I do feel that police need a certain amount of free reign but it should not be without checks and balance. Innocent people could be stopped because of bias or profiling because of this and that is what search and seizure amendment for I believe. I feel that we have slowly given up our rights and this is a prime example of how it starts into a domino effect.
Discussion 2 responces
tiffany
The death penalty is huge debate in the country today; many states have it while others do not. An argument for the death penalty is that it sends a message to other criminals that murdering or any other bad crime will not get them a life sentence in prison where they will get three square meals, shelter, and a chance at an education. One argument that opposes the death penalty is that there is a chance the person that is put to death could be innocent and by killing them the government is taking another life. I believe the argument opposing the death penalty is the most credible because killing someone for murdering another is just murder to me.
Christopher
There are many arguments for the death penalty. Most famously is the biblical “eye for and eye” argument. Considering that the United States was founded by Protestant white males, it is easy to see how this practice has been deemed acceptable since the inception of a US criminal justice system. However, like most issues dealing with the US Constitution, interpretation is heavily dependent on the zeitgeist of the country at the time.
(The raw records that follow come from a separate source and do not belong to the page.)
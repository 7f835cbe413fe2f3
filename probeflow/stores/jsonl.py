"""JSON Lines stores: processed records and alert events to a file or stdout.

Each reading becomes ``{"kind": "reading", "probe", "ts" (RFC 3339 UTC), "mv",
"temp_c", "ph", "neutral_ph", "neutral_dev", "quality"}``; each alert event
its ``AlertEvent.to_record()`` (``{"kind": "alert", ...}``).  NaN is written
as null.  Lines are built from the columns in bulk: timestamps formatted by
numpy, records encoded by orjson.
"""

from __future__ import annotations

import os
import sys
import threading
from collections.abc import Sequence
from pathlib import Path
from typing import IO, Literal

import numpy as np
import orjson

from probeflow.batch import QUALITY_NAMES, ProcessedBatch, QuarantineItem
from probeflow.errors import StoreError
from probeflow.events import AlertEvent, rfc3339
from probeflow.stores.base import StoreConfigBase, StoreContext

__all__ = ["JsonLinesStore", "StdoutStore", "encode_alerts", "encode_quarantine", "encode_readings",
           "reading_records", "rfc3339_column"]


def rfc3339_column(ts: np.ndarray) -> list[str]:
    """Epoch seconds -> RFC 3339 UTC strings with microseconds (same text as ``events.rfc3339``)."""
    us = np.round(ts * 1e6).astype("datetime64[us]")
    return [s + "Z" for s in np.datetime_as_string(us, unit="us").tolist()]


def _nulls(values: np.ndarray) -> list[float | None]:
    out: list[float | None] = values.tolist()
    if np.isnan(values).any():
        for i in np.flatnonzero(np.isnan(values)).tolist():
            out[i] = None
    return out


_QUALITY_JSON = [orjson.dumps(name) for name in QUALITY_NAMES]
_READING_LINE = (b'{"kind":"reading","probe":%s,"ts":"%sZ","mv":%s,"temp_c":%s,"ph":%s,'
                 b'"neutral_ph":%s,"neutral_dev":%s,"quality":%s}')


def _json_numbers(values: np.ndarray) -> list[bytes]:
    """One JSON number (or null for NaN) per element, encoded by orjson in one call."""
    return orjson.dumps(values, option=orjson.OPT_SERIALIZE_NUMPY)[1:-1].split(b",")


def encode_readings(batch: ProcessedBatch) -> bytes:
    """The batch as JSON lines (each ending in a newline), built in bulk.

    Each float column is encoded by one ``orjson.dumps`` of the numpy array
    (NaN becomes null) and split into its numbers; probe ids are JSON-encoded
    once per distinct id; timestamps come from :func:`rfc3339_column`.  The
    result equals ``orjson.dumps`` of each record dict (tested).
    """
    n = len(batch)
    if not n:
        return b""
    probes = batch.probe.tolist()
    probe_json = {p: orjson.dumps(p) for p in set(probes)}
    us = np.round(batch.ts * 1e6).astype("datetime64[us]")
    stamps = np.datetime_as_string(us, unit="us").astype("S").tolist()
    quality = [_QUALITY_JSON[q] for q in batch.quality.tolist()]
    rows = zip([probe_json[p] for p in probes], stamps, _json_numbers(batch.mv),
               _json_numbers(batch.temp_c), _json_numbers(batch.ph), _json_numbers(batch.neutral_ph),
               _json_numbers(batch.neutral_dev), quality)
    line = _READING_LINE
    return b"\n".join([line % row for row in rows]) + b"\n"


def reading_records(batch: ProcessedBatch) -> list[dict[str, object]]:
    """The batch as record dicts (the straightforward form of :func:`encode_readings`)."""
    names = QUALITY_NAMES
    return [
        {"kind": "reading", "probe": p, "ts": t, "mv": m, "temp_c": c, "ph": h,
         "neutral_ph": n, "neutral_dev": d, "quality": names[q]}
        for p, t, m, c, h, n, d, q in zip(
            batch.probe.tolist(), rfc3339_column(batch.ts), _nulls(batch.mv),
            _nulls(batch.temp_c), _nulls(batch.ph), _nulls(batch.neutral_ph),
            _nulls(batch.neutral_dev), batch.quality.tolist())
    ]


def encode_alerts(alerts: Sequence[AlertEvent]) -> bytes:
    return b"".join(orjson.dumps(a.to_record()) + b"\n" for a in alerts)


def encode_quarantine(items: Sequence[QuarantineItem]) -> bytes:
    return b"".join(
        orjson.dumps({"kind": "quarantine", "source": i.source, "reason": i.reason, "raw": i.raw,
                      "received_ts": rfc3339(i.received_ts)}) + b"\n"
        for i in items)


class _StreamStore:
    durable = False

    def __init__(self) -> None:
        self._lock = threading.Lock()

    def _out(self) -> IO[bytes]:
        raise NotImplementedError  # pragma: no cover - subclasses define it

    def _quarantine_out(self) -> IO[bytes] | None:
        raise NotImplementedError  # pragma: no cover

    def _put(self, stream: IO[bytes] | None, data: bytes) -> None:
        if stream is None or not data:
            return
        with self._lock:
            try:
                stream.write(data)
            except (OSError, ValueError) as exc:
                raise StoreError(f"writing JSON lines failed: {exc}") from exc

    def write(self, batch: ProcessedBatch, alerts: Sequence[AlertEvent]) -> None:
        self._put(self._out(), encode_readings(batch) + encode_alerts(alerts))

    def write_quarantine(self, items: Sequence[QuarantineItem]) -> None:
        self._put(self._quarantine_out(), encode_quarantine(items))

    def flush(self) -> None:
        with self._lock:
            for stream in (self._out(), self._quarantine_out()):
                if stream is not None:
                    try:
                        stream.flush()
                    except (OSError, ValueError) as exc:
                        raise StoreError(f"flushing JSON lines failed: {exc}") from exc


class JsonLinesStoreConfig(StoreConfigBase):
    type: Literal["jsonl"] = "jsonl"
    path: str
    quarantine_path: str | None = None   # default: <path>.quarantine.jsonl


def _open_private(path: Path) -> IO[bytes]:
    path.parent.mkdir(parents=True, exist_ok=True)
    fd = os.open(path, os.O_WRONLY | os.O_CREAT | os.O_APPEND, 0o600)
    return os.fdopen(fd, "ab", buffering=1 << 16)


class JsonLinesStore(_StreamStore):
    """Appends records to a JSON Lines file (and rejects to a second file)."""

    Config = JsonLinesStoreConfig

    def __init__(self, config: JsonLinesStoreConfig, context: StoreContext | None = None) -> None:
        super().__init__()
        base = Path(context.base_dir if context is not None else ".")
        path = Path(config.path)
        self.path = path if path.is_absolute() else base / path
        qpath = Path(config.quarantine_path) if config.quarantine_path else Path(
            str(self.path) + ".quarantine.jsonl")
        self.quarantine_path = qpath if qpath.is_absolute() else base / qpath
        try:
            self._file = _open_private(self.path)
        except OSError as exc:
            raise StoreError(f"cannot open the JSON lines file {self.path}: {exc.strerror}") from exc
        self._qfile: IO[bytes] | None = None

    def _out(self) -> IO[bytes]:
        return self._file

    def _quarantine_out(self) -> IO[bytes] | None:
        return self._qfile

    def write_quarantine(self, items: Sequence[QuarantineItem]) -> None:
        if items and self._qfile is None:
            try:
                self._qfile = _open_private(self.quarantine_path)
            except OSError as exc:
                raise StoreError(f"cannot open {self.quarantine_path}: {exc.strerror}") from exc
        super().write_quarantine(items)

    def flush(self) -> None:
        super().flush()
        with self._lock:
            for f in (self._file, self._qfile):
                if f is not None:
                    os.fsync(f.fileno())

    def close(self) -> None:
        self.flush()
        for f in (self._file, self._qfile):
            if f is not None:
                f.close()


class StdoutStoreConfig(StoreConfigBase):
    type: Literal["stdout"] = "stdout"
    quarantine_path: str | None = None   # default: standard error


class StdoutStore(_StreamStore):
    """Records to standard output; rejects as ``{"kind": "quarantine", ...}``
    JSON lines to standard error (or ``quarantine_path``), so the output
    stream stays clean."""

    Config = StdoutStoreConfig

    def __init__(self, config: StdoutStoreConfig | None = None,
                 context: StoreContext | None = None) -> None:
        super().__init__()
        self._stdout = sys.stdout.buffer
        self._qfile: IO[bytes] | None = None
        if config is not None and config.quarantine_path:
            base = Path(context.base_dir if context is not None else ".")
            qpath = Path(config.quarantine_path)
            qpath = qpath if qpath.is_absolute() else base / qpath
            try:
                self._qfile = _open_private(qpath)
            except OSError as exc:
                raise StoreError(f"cannot open {qpath}: {exc.strerror}") from exc

    def _out(self) -> IO[bytes]:
        return self._stdout

    def _quarantine_out(self) -> IO[bytes] | None:
        return self._qfile if self._qfile is not None else sys.stderr.buffer

    def close(self) -> None:
        try:
            self.flush()
        except StoreError:
            pass  # a closed pipe downstream: nothing left to write to
        if self._qfile is not None:
            self._qfile.close()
This issue has been discussed ad nauseum and will continue to going forward. “In the late 1700s, many states authorized the death penalty for crimes such as robbery and rape and for civil offenses such as forgery and adultery. By the early 1800s, most states had eliminated the death penalty for civil offenses, and many had modified their criminal laws to abolish death for offenses that did not involve the taking of life. Some states had even begun to create different "degrees" of murder, with only premeditated killing, or what is now called first-degree murder, punishable by death (Friedman, 1985).” (Ivers, 2013) The proponents of the death penalty tend to make their argument based on the 8th and 5th amendments. “Generally, scholars who believe that the Constitution does not prohibit the death penalty, or capital punishment, point to two sources for support. First, they note the uniform acceptance of capital punishment by the states when the Eighth Amendment banned cruel and unusual punishment. Second, they interpret the language of the Fifth Amendment—that no person shall be "deprived of life, liberty, or property, without due process of law"—to mean that life, just like liberty and property, can be taken as long as an individual has been afforded the due process of law.” (Ivers, 2013) This changed as the zeitgeist changed most notably with the civil rights movement and clear disproportionate death sentencing between blacks and whites. The key ruling came in 1958 when Chief Justice Warren acknowledged that things change as society changes. “in Trop v. Dulles (1958), Chief Justice Earl Warren wrote that the Eighth Amendment was neither "precise" nor "static," instead drawing "its meaning from the evolving standards of decency that mark the progress of a maturing society" (Ivers, 2013) This ruling would be the basis for arguments against the death penalty going forward. Other judges would use the “evolving standards” ruling as a baseline or unit of measure where the death penalty is put into question.